Although President Donald J. Trump fired former FBI director James Comey this week, Obama should have sacked him last July. Comey’s behavior in the E-mailgate investigation suggests either staggering incompetence or a clumsy effort to whitewash Hillary Clinton’s crimes.
• During Hillary Clinton’s July 2 interrogation at FBI headquarters, she was not under oath. How could the FBI possibly reach “the last step of a year-long investigation” — as Comey described it at a July 7 House Government Oversight Committee hearing — with the focus of that probe answering questions without a potential perjury conviction hanging over her head? Especially given Hillary’s peanut-allergy-like aversion to the truth, not swearing her in confirmed either the FBI’s grotesque ineptness or a deliberate loophole through which Hillary could slither away.
Clinton’s defenders say that, had she lied, she still could have been prosecuted for making false statements to federal officials. If so, why bother to put any American under oath?
Making Hillary raise her right hand and swear to tell the truth, the whole truth, and nothing but the truth, so help her God, would have reminded her of her solemn duty to come clean. This also would have exposed her to possible prosecution under both the perjury and false-statements statutes. But Team Comey could not be bothered with any of this. Perhaps they couldn’t handle the truth.
• Former State Department chief of staff Cheryl Mills participated in this session as one of Hillary’s nine attorneys, even though she is deeply implicated in many of Hillary’s misdeeds. Thus, a potential witness or even co-conspirator in Hillary’s possible prosecution offered legal aid as the FBI quizzed her. None of Comey’s people considered this a problem?
• Comey steered clear of Hillary’s three-and-a-half hour interview. Given the unusual and enormous stakes, he should have faced her or, at least, supervised nearby. From an adjacent room, he could have offered guidance, monitored Hillary for inconsistencies, and instructed his staffers to ask pointed follow-up questions.

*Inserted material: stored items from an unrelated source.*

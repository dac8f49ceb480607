import {
  closeSync,
  existsSync,
  fsyncSync,
  openSync,
  realpathSync,
  renameSync,
  rmSync,
  statSync,
  writeSync,
} from 'node:fs';
import { basename, dirname, join, resolve } from 'node:path';
import { inputError } from '../base/errors.js';

/**
 * Check that `path` can take an output: its folder exists, it is not a folder itself, and it is
 * not (through a symlink or another spelling) one of the `protect`ed inputs. Commands that write
 * several files check them all first, so a refusal leaves none written. Returns the full path.
 */
export function checkOutputPath(path: string, protect: readonly string[] = []): string {
  const target = resolve(path);
  const folder = dirname(target);
  if (!existsSync(folder) || !statSync(folder).isDirectory()) {
    throw inputError(`cannot write ${path}: folder ${dirname(path)} does not exist`);
  }
  if (existsSync(target) && statSync(target).isDirectory()) {
    throw inputError(`cannot write ${path}: it is a folder`);
  }
  for (const input of protect) {
    if (input === '-' || !existsSync(input)) continue;
    if (existsSync(target) && realpathSync(target) === realpathSync(input)) {
      throw inputError(`refusing to overwrite the input ${input} with an output`);
    }
  }
  return target;
}

/**
 * Write `contents` to `path` atomically: into a temporary file beside it, flushed, then renamed
 * into place, so a reader never sees a half-written file and a failure leaves nothing behind.
 * `protect` lists input paths that must never be overwritten.
 */
export function writeFileAtomic(
  path: string,
  contents: string | Uint8Array,
  protect: readonly string[] = [],
): void {
  const target = checkOutputPath(path, protect);
  const folder = dirname(target);
  // A name no other writer picks (the process, then a random tag: Math.random, since loading
  // node:crypto for it cost 2 ms of every run); 'wx' refuses to open one that exists all the same.
  const tag = Math.random().toString(36).slice(2, 10);
  const temporary = join(folder, `.${basename(target)}.${process.pid}.${tag}.tmp`);
  let fd: number | undefined;
  try {
    fd = openSync(temporary, 'wx');
    const bytes = typeof contents === 'string' ? Buffer.from(contents, 'utf8') : contents;
    let offset = 0;
    while (offset < bytes.length) offset += writeSync(fd, bytes, offset, bytes.length - offset);
    fsyncSync(fd);
    closeSync(fd);
    fd = undefined;
    renameSync(temporary, target);
  } catch (error) {
    if (fd !== undefined) closeSync(fd);
    rmSync(temporary, { force: true });
    throw error;
  }
}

• Hillary’s maid, Marina Santos, had regular access to Hillary’s classified documents, via secured communications equipment in her Washington, D.C., mansion. Santos reportedly printed records for the former secretary of state to read at home, apparently including Obama’s Presidential Daily Brief. Regardless, Paul Sperry reported in the New York Post, “It also appears the FBI did not formally interview Santos as a key witness in its investigation.” How could Comey possibly have let Santos go uninterrogated?
• The FBI agreed to destroy the laptops of Cheryl Mills and Clinton campaign aide Heather Samuels. This extraordinary promise was part of Mills’ and Samuels’ immunity deals.
However, veteran Washington attorney Joseph DiGenova told Sirius XM host David Webb that FBI agents refused to destroy these computers, in hopes that congressional investigators would subpoena them. DiGenova said in October that when he learned that these laptops still existed, “I could not believe that the Republicans had not gotten their hands on them even yet.”
Wherever the laptops of these top Clinton henchwomen are today, why on Earth would the FBI even agree to junk evidence in this case — be it damning or exculpatory? If any of the judges involved in this case asked for those laptops, what did the FBI expect to say? “Sorry, your honor. We planned to throw them into a furnace.”